The human mind will always question existing knowledge and prepare, in the mind, answers to the never-ending topics that may arise through a discussion. Sometimes more experienced scholars in archaeology, out of regard for the future of the branch, have to take the role of a teacher and accept questions and ways of presenting the problems that may seem dull and banal to younger colleagues. To build knowledge every dialogue has to be tolerant and not limited. Archaeological truth, hypothesis and theories, are not so established that they do not need to be subjected to repeat critical testing. Inductive and deductive determination processes are mutually dependent in archaeology and are found in countless numbers and constellations.

Secondly that the image of the seemingly modest object has many different roles in the historical room is hardly surprising. Never the less and in contrast to the exotic objects and subjects that usually attract attention and are what the newspapers assert changers of history, I made the fishhook through time and Scandinavian space, target of this paper. I “draw” the fishhook not only as an object, but also as tool and symbol as well. The purpose was to show some possible ways of presenting questions that might arise through research. I had no intention of telling the full truth and complete story of the fishhooks. Despite the written word being similar in books and Internet, the World Wide Web is a rather new way of communication. The user’s imagination sets the limit to discovery and the access to the written word is for everybody. The user sets by him self the limit to discovery, using software as Google and Kvasir etc. They all enable users to search the Web, Usenet, images, catching translation of results, and an option to find similar pages. Our attitude on what to tell, and how to do it must be taken into account - the reader is anybody. This possibility was to me, crucial when questioning the choice of artefact and focus, considering the topic.

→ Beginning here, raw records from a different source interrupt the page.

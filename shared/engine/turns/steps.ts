import type { UnitSystem } from '../../units/systems'
import { fromShown, toShown } from '../../units/convert'
import { units, type CanonicalUnit } from '../../units/units'

/** Steps of what somebody reads on a tape, meter or thermometer and what is printed; 1 of any other unit. */
const stepByUnit: Readonly<Record<string, number>> = { in: 0.1, ft: 0.1, m: 0.01, '°C': 0.1, '/h': 0.1 }

/** Rid of the binary noise that sums of tenths leave. */
const clean = (value: number): number => Number(value.toPrecision(12))

/**
 * Values `count` steps of the person's own unit away from one, canonical. Relative: counted from it; else on the marks of
 * the scale, the first mark beyond it being one step away.
 */
export function createLadder(
  from: number,
  unit: CanonicalUnit,
  system: UnitSystem,
  isMore: boolean,
  isRelative: boolean,
): (count: number) => number {
  const step = stepByUnit[units[unit][system]] ?? 1
  const shown = toShown(from, unit, system)
  const mark = shown / step
  const start = isRelative ? mark : isMore ? Math.floor(mark + 1e-9) : Math.ceil(mark - 1e-9)
  return (count) => (count === 0 ? from : fromShown(clean((start + (isMore ? count : -count)) * step), unit, system))
}
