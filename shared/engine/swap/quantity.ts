import type { Item, Piece } from '../types'
import { readNumber } from '../values'
import type { KindKey } from '../../kinds/index'

/** What a pack of a kind holds: so much as is gone is to be there again. */
const contentKeys: Partial<Record<KindKey, string>> = { rock: 'packKg', sand: 'packKg', 'salt-mix': 'makesL' }

const most = 99

/**
 * How many of a piece take the place of what is gone, where that goes by what a pack holds: at least as much as there
 * was. Undefined for other kinds: as many as there were, or what the checks settle on.
 */
export function findPackCount({ piece, quantity }: Item): ((replacement: Piece) => number) | undefined {
  const key = contentKeys[piece.kind]
  if (key === undefined) return undefined
  const held = readNumber(piece.specs, key)
  return (replacement) => {
    const content = readNumber(replacement.specs, key)
    if (held === undefined || content === undefined || content <= 0) return quantity
    return Math.min(most, Math.max(1, Math.ceil((quantity * held) / content - 1e-9)))
  }
}
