const layouts = [
  { colorScheme: 'light', width: 1280 },
  { colorScheme: 'dark', width: 320 },
] as const

for (const { colorScheme, width } of layouts) {
  for (const [name, address] of Object.entries(pages)) {
    test(`${name} fits, and has nothing that axe objects to (${colorScheme}, ${width} px)`, async ({
      page,
      allowConsole,
    }) => {
      // A long list with its filters open is much for axe to look through.
      test.slow()
      allowConsole(/Failed to load resource/)
      await page.emulateMedia({ colorScheme })
      await page.setViewportSize({ width, height: 900 })
      await page.goto(address)
      await expect(page.getByRole('heading', { level: 1 })).toBeVisible()
      const narrow = page.locator('details').first()
      if (address.startsWith('/gear?') && (await narrow.getAttribute('open')) === null)
        await narrow.locator('summary').click()
      await expectNoSidewaysScroll(page)
      await expectNoAxeViolations(page)
    })
  }
}
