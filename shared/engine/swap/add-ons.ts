import { judgeAll } from '../assess'
import { getRules } from '../checks/index'
import { findCheapestCover } from '../cover'
import { createScene } from '../scene'
import type { Item, Piece } from '../types'
import { readSet } from '../values'
import { decideVerdict } from '../verdict'
import type { KindKey } from '../../kinds/index'
import { listMeetingKinds } from './meeting-kinds'
import {
  assessOutfit,
  changeItems,
  findUnasked,
  isWorseOff,
  listAsked,
  listStill,
  meets,
  type Outfit,
  type State,
  type Unmet,
} from './outfit'

export type Catalogue = Readonly<Record<KindKey, readonly Piece[]>>

/** Pieces that together meet a need, and ask for nothing more. */
export type Extras = readonly Item[]

const mostOptions = 3
/** Pieces that meet a need at a glance and are looked at closely together. */
const batch = 12
/** Several of one piece: two (one controller to switch a heater, another to cut it off), more where a need has an amount. */
const mostAlike = { plain: 2, amount: 4 }
/** An add-on may ask for another (a booster pump for an outlet), and that for a third. */
const mostSteps = 3

export const countPieces = (extras: Extras): number => extras.reduce((sum, { quantity }) => sum + quantity, 0)

interface Found {
  readonly extra: Item
  /** Needs that it brings along itself. */
  readonly asks: readonly string[]
  readonly changes: number
}

/** A piece that meets what is asked and fits by itself; undefined where it does not. */
function tryPiece(outfit: Outfit, state: State, asked: readonly Unmet[], extra: Item): Found | undefined {
  if (!meets(outfit, extra, asked)) return undefined
  const judged = judgeAll(createScene(outfit.plan, outfit.items), extra)
  const verdict = decideVerdict(judged)
  if (verdict === 'no' || verdict === 'unknown') return undefined
  const asks = findUnasked(listAsked(extra, judged), state.unmet).map(({ need }) => need)
  return { extra, asks, changes: judged.filter(({ outcome }) => outcome === 'change').length }
}

const slugOf = ({ piece }: Item): string => piece.gear?.slug ?? ''
const bySlug = (a: Item, b: Item): number => (slugOf(a) < slugOf(b) ? -1 : slugOf(a) > slugOf(b) ? 1 : 0)

/** Whether with the extras nothing is asked for, and nothing fails, that was not before. */
function findLeft(outfit: Outfit, state: State, extras: Extras): readonly Unmet[] | null {
  const after = assessOutfit(changeItems(outfit, [...outfit.items, ...extras]))
  if (isWorseOff(after, state)) return null
  return findUnasked(after.unmet, state.unmet)
}

/** Search for what meets one need in an outfit. */
class Search {
  readonly options: Extras[] = []

  constructor(
    private readonly outfit: Outfit,
    private readonly state: State,
    private readonly asked: readonly Unmet[],
    private readonly catalogue: Catalogue,
    private readonly step: number,
  ) {}

  private get fewest(): number {
    return Math.min(...this.options.map(countPieces))
  }

  private *walk(quantity: number): Generator<Found> {
    for (const kind of listMeetingKinds(this.asked[0]?.need ?? ''))
      for (const piece of this.catalogue[kind]) {
        const id = `add-on-${this.step}`
        const found =
          piece.gear && tryPiece(this.outfit, this.state, this.asked, { id, piece, quantity, state: 'planned' })
        if (found) yield found
      }
  }

  private keepComplete(ready: Found[]): void {
    ready.sort((a, b) => a.changes - b.changes || bySlug(a.extra, b.extra))
    for (const { extra } of ready) {
      if (this.options.length >= mostOptions) return
      if (findLeft(this.outfit, this.state, [extra])?.length === 0) this.options.push([extra])
    }
  }

  /** Pieces that need nothing more; answers those that bring along a need which something else may meet. */
  private findAlone(quantity: number): readonly Item[] {
    let ready: Found[] = []
    const later: Item[] = []
    for (const found of this.walk(quantity)) {
      if (found.asks.length === 0) ready.push(found)
      else if (found.asks.every((need) => listMeetingKinds(need).length > 0)) later.push(found.extra)
      if (ready.length < batch) continue
      this.keepComplete(ready)
      ready = []
      if (this.options.length > 0) return []
    }
    this.keepComplete(ready)
    return later.sort(bySlug)
  }

  private findFollowed(first: Item): void {
    const left = findLeft(this.outfit, this.state, [first])
    if (!left) return
    const outfit = changeItems(this.outfit, [...this.outfit.items, first])
    const more = meetAll(outfit, left, this.catalogue, this.step + 1)
    if (more) this.options.push([first, ...more])
  }

  /** Several different pieces that add up, where none does alone. */
  private findTogether(kind: KindKey): void {
    const { joint } = getRules(kind)
    if (!joint) return
    const { plan, items } = this.outfit
    const scene = createScene(plan, items)
    const able = this.catalogue[kind].filter(
      (piece) => piece.gear && ['fits', 'changes'].includes(decideVerdict(judgeAll(scene, { piece, quantity: 1 }))),
    )
    const sets = able.map(({ specs }) => readSet<string>(specs, joint.key) ?? [])
    const chosen = findCheapestCover(joint.findWanted(scene), sets)
    if (!chosen || chosen.length < 2) return
    const extras = chosen
      .flatMap((place) => able[place] ?? [])
      .map((piece, index): Item => ({ id: `add-on-${this.step}-${index}`, piece, quantity: 1, state: 'planned' }))
    if (findLeft(this.outfit, this.state, extras)?.length === 0) this.options.push(extras)
  }

  run(): readonly Extras[] {
    const most = this.asked.some(({ amount }) => amount !== null) ? mostAlike.amount : mostAlike.plain
    for (let quantity = 1; quantity <= most && quantity < this.fewest; quantity += 1) {
      const later = this.findAlone(quantity)
      if (this.options.length > 0 || this.step >= mostSteps) continue
      for (const first of later) {
        if (this.options.length >= mostOptions && this.fewest <= quantity + 1) break
        this.findFollowed(first)
      }
    }
    if (this.fewest > 2) for (const kind of listMeetingKinds(this.asked[0]?.need ?? '')) this.findTogether(kind)
    return this.options.sort((a, b) => countPieces(a) - countPieces(b)).slice(0, mostOptions)
  }
}

/** The first options for a need: of pieces in the catalogue, the fewest that meet it and ask for nothing more. */
export const findOptions = (
  outfit: Outfit,
  state: State,
  asked: readonly Unmet[],
  catalogue: Catalogue,
  step = 1,
): readonly Extras[] => new Search(outfit, state, asked, catalogue, step).run()

/** What meets several needs one after the other, a piece that meets two counted once; undefined where one cannot be met. */
function meetAll(outfit: Outfit, needs: readonly Unmet[], catalogue: Catalogue, step: number): Extras | undefined {
  const [first] = needs
  if (!first) return []
  const asked = needs.filter(({ need }) => need === first.need)
  const [best] = findOptions(outfit, assessOutfit(outfit), asked, catalogue, step)
  if (!best) return undefined
  const furnished = changeItems(outfit, [...outfit.items, ...best])
  const others = needs.filter(({ need }) => need !== first.need)
  const still = assessOutfit(furnished).unmet
  const left = listStill(others, still)
  const more = meetAll(furnished, left, catalogue, step + 1)
  return more && [...best, ...more]
}

/** Needs by name, each with all that ask for it, in the order in which they come up. */
export function groupNeeds(unmet: readonly Unmet[]): ReadonlyMap<string, readonly Unmet[]> {
  const groups = new Map<string, Unmet[]>()
  for (const one of unmet) {
    const group = groups.get(one.need)
    if (group) group.push(one)
    else groups.set(one.need, [one])
  }
  return groups
}
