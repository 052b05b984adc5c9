import { assessAll, judgeAll, toCandidate, type Assessment } from '../assess'
import { listAfter, planAfter, type Bench } from '../bench'
import { judge, type Judged } from '../judge'
import { checkEssentials } from '../needs'
import type { Candidate, Rule, Say } from '../rule'
import { createScene, withItems } from '../scene'
import type { Plan } from '../setup/plan'
import { resolve } from '../setup/resolve'
import type { Item } from '../types'

/** The setup with the replacement in its place, to be tried with whatever is bought beside it. */
export interface Outfit {
  readonly bench: Bench
  readonly candidate: Candidate
  readonly items: readonly Item[]
  readonly plan: Plan
}

/** Something asked for and not there: by an item, by the tank, or by the setup as a whole. */
export interface Unmet {
  readonly need: string
  readonly asker: Item | 'tank' | 'setup'
  readonly amount: number | null
  readonly say: Say
  readonly rule?: Rule
}

export interface State {
  readonly unmet: readonly Unmet[]
  /** Ids of items that do not fit. */
  readonly failing: ReadonlySet<string>
}

const keyOf = ({ need, asker }: Unmet): string => `${need} ${typeof asker === 'string' ? asker : asker.id}`

/** What is unmet in one state and was not in the other; where the whole setup is short of something, all its pieces are. */
export function findNew(unmet: readonly Unmet[], before: readonly Unmet[]): readonly Unmet[] {
  const known = new Set(before.map(keyOf))
  const short = new Set(before.filter(({ asker }) => asker === 'setup').map(({ need }) => need))
  return unmet.filter((one) => !known.has(keyOf(one)) && !short.has(one.need))
}

export const listAsked = (asker: Unmet['asker'], judged: readonly Judged[]): readonly Unmet[] =>
  judged.flatMap(({ rule, judgement: { asks, say } }): Unmet[] =>
    asks ? [{ need: asks.need, amount: asks.amount, asker, say, rule }] : [],
  )

export function describeState({ items, essentials }: Assessment, tank: readonly Judged[]): State {
  const missing = essentials
    .filter(({ isMet }) => !isMet)
    .map(({ need, amount, say }): Unmet => ({ need, amount, asker: 'setup', say }))
  return {
    unmet: [...listAsked('tank', tank), ...items.flatMap(({ item, judged }) => listAsked(item, judged)), ...missing],
    failing: new Set(items.filter(({ verdict }) => verdict === 'no').map(({ item }) => item.id)),
  }
}

export function createOutfit(bench: Bench, candidate: Candidate): Outfit {
  const items = listAfter(bench, candidate)
  return { bench, candidate, items, plan: planAfter(bench, candidate, items) }
}

/** The outfit with more in it, or with other items. */
export function changeItems(outfit: Outfit, items: readonly Item[]): Outfit {
  const { setup } = outfit.plan
  return { ...outfit, items, plan: resolve(withItems(setup, items)) }
}

/** A tank that is judged asks in the setup as it was: what it holds is compared with what the old one held. */
const sceneOfTank = ({ bench }: Outfit, items: readonly Item[]) => createScene(bench.scene.plan, items)

export function assessOutfit(outfit: Outfit): State {
  const { bench, candidate, items, plan } = outfit
  const tank = bench.kind === 'tank' ? judgeAll(sceneOfTank(outfit, items), candidate) : []
  return describeState(assessAll(plan, items), tank)
}

/** What was asked for before, with what is gone still there. */
export const assessBefore = ({ before, kind, gone }: Bench): State =>
  describeState(before, kind === 'tank' ? (gone?.judged ?? []) : [])

/** Whether `extra` alone meets what is asked, at a glance: nothing else is judged again. */
export function meets(outfit: Outfit, extra: Item, asked: readonly Unmet[]): boolean {
  const items = [...outfit.items, extra]
  return asked.every(({ need, asker, rule }) => {
    if (asker === 'setup' || !rule)
      return checkEssentials(outfit.plan, items).every((essential) => essential.need !== need || essential.isMet)
    const scene =
      asker === 'tank'
        ? sceneOfTank(outfit, items)
        : createScene(
            outfit.plan,
            items.filter((other) => other !== asker),
          )
    const judged = judge(scene, rule, asker === 'tank' ? outfit.candidate : toCandidate(asker))
    return judged?.judgement.asks?.need !== need
  })
}
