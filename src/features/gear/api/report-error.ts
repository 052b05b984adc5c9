import { useMutation } from '@tanstack/react-query'
import { createKey } from '../../../lib/create-key'
import { useApp } from '../../../lib/app-context'

export interface ErrorReport {
  /** Absent: about the piece as a whole. */
  readonly key?: string
  readonly words: string
}

/** "Something wrong here?", from anybody. */
export function useReportError(slug: string) {
  const { api } = useApp()
  return useMutation({
    mutationFn: (report: ErrorReport) =>
      api.send('POST', `/gear/${encodeURIComponent(slug)}/reports`, report, { idempotencyKey: createKey() }),
  })
}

Web as medium to publish Jenny-Rita Næss and her colleagues papers written in her honour, was to me the right approach to Jenny-Rita’s way of thinking communication. This approach is natural considering Jenny-Rita’s steady hunger to; collect- and store knowledge. On the other hand, a paradox in her approaches to colleagues - some times generous and sometimes reticent, and mostly declining their questions. Never the less – the web is the intellectual anarchy’s arena, an impersonal place to which nothing is perishable, but everything and nothing is “lost”.